Venezuelan crisis raises question: Who's unstable?

Dec. 23, 2002
Venezuela's crisis shines light on a common distortion of perspective in discussions about US energy policy.

Venezuela's crisis shines light on a common distortion of perspective in discussions about US energy policy.

Many recommendations for a reengineering of market patterns—produce more here, use less from there, and so forth—hinge on the perceived need to reduce dependency on supplies from areas deemed vulnerable to political disruption.

But the only area specified in most such discussions is the Middle East—the unstable Middle East, as the region so often is called.

Even now, with Venezuela approaching revolt, nobody talks about instability there as a chronic condition.

At this writing, a nationwide strike that began Dec. 2 had cut production by Petroleos de Venezuela SA to one third of its prestrike level and halted work at the country's three refineries.

Strikers wanted a midterm referendum on the mercurial leadership of President Hugo Chávez—an agent of instability if ever there was one.

For the US, the Venezuelan political crisis means interruption of crude and product imports recently averaging 1.3 million b/d.

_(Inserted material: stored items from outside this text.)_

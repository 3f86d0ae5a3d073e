"""The extraction plan: everything the read and compute steps of ``attach`` need, in one object.

:class:`ExtractionPlan` is built by the planning steps of :func:`envlink.extract.attach.attach`
(grid geometry and time steps, the baseline, then each row's site, window and
sources) and read by the spatial rules (:mod:`envlink.extract.rules`), the
statistics (:mod:`envlink.extract.statistics`) and :mod:`envlink.extract.compute`.
It is frozen: a step that learns more (the sources, or the cells a ``nearest-valid``
search chose) returns a new plan with :func:`dataclasses.replace`.
:class:`Block` is one block of sources being computed.
"""

from __future__ import annotations

from dataclasses import dataclass, field
from typing import TYPE_CHECKING, Any

import numpy as np

if TYPE_CHECKING:
    from envlink.core.flags import RowFlags
    from envlink.core.registry import Choice
    from envlink.extract.sources import Sources
    from envlink.extract.spatial import GridGeometry
    from envlink.extract.stats import Spans, Steps

__all__ = ["ExtractionPlan", "Block"]


@dataclass(frozen=True)
class ExtractionPlan:
    """One request of :func:`~envlink.extract.attach.attach`, planned for every row.

    Attributes
    ----------
    stat, window, spatial : Choice
        The parsed statistic, window and spatial rule (registry choices; their
        ``entry.obj`` does the work, ``value`` is the argument).
    time_weights : {"duration", "equal"}
    min_coverage : float
        Least fraction of a window's days with data for a value.
    mmm : float, xarray.DataArray or None
        The maximum monthly mean given for ``dhw-max``.
    geom : GridGeometry
        The grid's horizontal layout.
    steps : Steps
        The grid's time steps as day numbers in its calendar.
    calendar : str
    in_base : ndarray of bool
        The time steps inside the baseline.
    base : (float, float)
        The baseline as day numbers ``[b0, b1)``.
    lat, lon : ndarray
        Each row's site (NaN where none).
    wkt : ndarray of str
        Each row's polygon (``""`` where none).
    active : ndarray of bool
        Rows that still ask for a value.
    window_start : ndarray
        Each row's window start (day number; the baseline's start where none).
    spans : Spans
        Each row's window over the time steps.
    sources : Sources, optional
        Each row's source (cells and weights), once chosen.
    shared : dict
        Work the covariates of one call share (every row's sites and cells, candidate
        cells of a ``nearest-valid`` search), keyed by what it was computed from.
    """

    stat: Choice[Any]
    window: Choice[Any]
    spatial: Choice[Any]
    time_weights: str
    min_coverage: float
    mmm: Any
    geom: GridGeometry
    steps: Steps
    calendar: str
    in_base: np.ndarray
    base: tuple[float, float]
    lat: np.ndarray
    lon: np.ndarray
    wkt: np.ndarray
    active: np.ndarray
    window_start: np.ndarray
    spans: Spans
    sources: Sources | None = None
    shared: dict[Any, Any] = field(default_factory=dict, repr=False, compare=False)

    @property
    def n(self) -> int:
        """Number of rows."""
        return int(self.lat.size)

    @property
    def rule(self) -> Any:
        """The spatial rule object (see :mod:`envlink.extract.rules`)."""
        return self.spatial.entry.obj

    @property
    def statistic(self) -> Any:
        """The statistic object (see :mod:`envlink.extract.statistics`)."""
        return self.stat.entry.obj

    @property
    def src(self) -> Sources:
        """The sources (set once the spatial rule has chosen them)."""
        if self.sources is None:
            raise RuntimeError("the plan has no sources yet")
        return self.sources


@dataclass(frozen=True)
class Block:
    """Sources ``a`` to ``b`` (exclusive) and the rows reading them.

    Attributes
    ----------
    a, b : int
        First and end source of the block.
    rows : ndarray of int
        The rows (of the table) whose source lies in the block.
    loc : ndarray of int
        Each of those rows' source, counted from ``a``.
    sp : Spans
        Those rows' spans.
    flags : RowFlags
        Extra QA codes (over every row of the table) a statistic or rule adds.
    """

    a: int
    b: int
    rows: np.ndarray
    loc: np.ndarray
    sp: Spans
    flags: RowFlags
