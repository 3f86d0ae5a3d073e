"""Baseline climatologies and heat stress over many series at once (kernels of :mod:`envlink.extract.statistics`).

Series are sources × time, float64, NaN where no data; the time steps are
:class:`~envlink.extract.stats.Steps`. :func:`climatology` and
:func:`monthly_climatology` average the baseline's steps by calendar key;
:func:`dhw_series` gives degree heating weeks (Liu et al. 2014; Skirving et al. 2020).
"""

from __future__ import annotations

import warnings

import numpy as np

from envlink.extract.stats import Steps

__all__ = ["climatology", "monthly_climatology", "dhw_series", "DHW_DAYS", "EXCESS_MIN", "EXCESS_TOLERANCE"]

#: Trailing window of degree heating weeks, days (12 weeks; Liu et al. 2014).
DHW_DAYS = 84
#: Daily excesses over the maximum monthly mean below this (°C) do not accumulate
#: (Liu et al. 2014).
EXCESS_MIN = 1.0
#: Float round-off allowance on the comparison with EXCESS_MIN, °C (float32 storage of SST
#: makes 29.3 − 28.3 come out as 0.9999992).
EXCESS_TOLERANCE = 1e-5


def climatology(S: np.ndarray, keys: np.ndarray, nkeys: int, in_base: np.ndarray) -> np.ndarray:
    """Mean of each key (calendar month or day) over the baseline steps, (sources, nkeys).

    Examples
    --------
    >>> S = np.array([[1.0, 2.0, 3.0, np.nan]])
    >>> climatology(S, np.array([0, 1, 0, 1]), 2, np.ones(4, bool)).tolist()
    [[2.0, 2.0]]
    """
    t = np.nonzero(in_base)[0]
    if _cycles(keys, nkeys, t):  # e.g. whole years of a monthly grid: sums by reshaping
        part = S[:, t[0]:t[-1] + 1]
        valid = np.isfinite(part)
        shape = (S.shape[0], t.size // nkeys, nkeys)
        num = np.where(valid, part, 0.0).reshape(shape).sum(axis=1)  # years added in order, as below
        cnt = valid.reshape(shape).sum(axis=1)
        with np.errstate(invalid="ignore", divide="ignore"):
            return np.roll(np.where(cnt > 0, num / cnt, np.nan), int(keys[t[0]]), axis=1)
    from scipy import sparse

    K = sparse.csr_matrix((np.ones(t.size), (t, keys[t])), shape=(S.shape[1], nkeys))
    valid = np.isfinite(S)
    num = np.asarray(K.T @ np.where(valid, S, 0.0).T).T
    cnt = np.asarray(K.T @ valid.astype(np.float64).T).T
    with np.errstate(invalid="ignore", divide="ignore"):
        return np.where(cnt > 0, num / cnt, np.nan)


def _cycles(keys: np.ndarray, nkeys: int, t: np.ndarray) -> bool:
    """Whether the steps ``t`` are consecutive and their keys run through every key whole times."""
    if t.size == 0 or t.size % nkeys or int(t[-1] - t[0]) + 1 != t.size:
        return False
    k = keys[t]
    return bool(np.array_equal(k, (int(k[0]) + np.arange(t.size)) % nkeys))


def monthly_climatology(S: np.ndarray, steps: Steps, in_base: np.ndarray) -> np.ndarray:
    """Mean over the baseline years of each calendar month's mean, (sources, 12).

    Monthly means are duration-weighted over the steps of each (year, month) with data.
    """
    from scipy import sparse

    t = np.nonzero(in_base)[0]
    if t.size == 0:
        return np.full((S.shape[0], 12), np.nan)
    y0 = int(steps.year[t].min())
    ym = (steps.year[t] - y0) * 12 + steps.month[t] - 1
    nym = int(ym.max()) + 1
    w = steps.length[t]
    K = sparse.csr_matrix((w, (t, ym)), shape=(S.shape[1], nym))
    valid = np.isfinite(S)
    num = np.asarray(K.T @ np.where(valid, S, 0.0).T).T
    cnt = np.asarray(K.T @ valid.astype(np.float64).T).T
    with np.errstate(invalid="ignore", divide="ignore"):
        monthly = np.where(cnt > 0, num / cnt, np.nan)
    pad = (-nym) % 12
    monthly = np.concatenate([monthly, np.full((S.shape[0], pad), np.nan)], axis=1)
    with warnings.catch_warnings():
        warnings.simplefilter("ignore", RuntimeWarning)
        return np.nanmean(monthly.reshape(S.shape[0], -1, 12), axis=1)


def dhw_series(S: np.ndarray, mmm: np.ndarray) -> np.ndarray:
    """Degree heating weeks (°C-weeks) of daily series against each source's MMM.

    Each day's excess over the maximum monthly mean, SST − MMM, accumulates when it
    is at least 1 °C, over the trailing 84 days (the day itself and the 83 before),
    divided by 7 (Liu et al. 2014; Skirving et al. 2020). Days without data add nothing and have no DHW value themselves.

    Examples
    --------
    >>> S = np.array([[29.0, 28.8, 30.0]])  # MMM 28: excesses 1.0, 0.8, 2.0
    >>> (dhw_series(S, np.array([28.0])) * 7).round(9).tolist()
    [[1.0, 1.0, 3.0]]
    """
    hs = S - np.asarray(mmm, dtype=np.float64)[:, None]
    acc = np.where(np.isfinite(hs) & (hs >= EXCESS_MIN - EXCESS_TOLERANCE), hs, 0.0)
    cum = np.zeros((S.shape[0], S.shape[1] + 1))
    np.cumsum(acc, axis=1, out=cum[:, 1:])
    t = np.arange(S.shape[1])
    dhw = (cum[:, t + 1] - cum[:, np.maximum(t + 1 - DHW_DAYS, 0)]) / 7.0
    return np.where(np.isfinite(S), dhw, np.nan)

Other suppliers can replace the lost volumes. But there will be quality problems, and Venezuelan-owned refineries on the Gulf Coast and in Europe will have to scramble.

Until the crisis ends, uncertainty about its duration will join anxiety about Iraq to keep markets unsettled.

And the other suppliers raising output to make up for lost Venezuelan oil will be—guess where—in the Middle East. Correction: the unstable Middle East.

Of course, Middle Eastern governments don't appear high on any list of stability. But they don't monopolize instability, either.

Among the world's top dozen oil exporters not in the Middle East are Nigeria, Algeria, and Libya—obviously unstable. With those omissions, the list includes only Russia, Norway, and Mexico.

If the US hopes to confine its oil sourcing to regions it considers politically stable, and if it applies the standard worldwide, it will discover that its options are painfully limited.

The consolation where security of supply is concerned is that, stable or not, most countries able to export oil have powerful economic incentive to do so.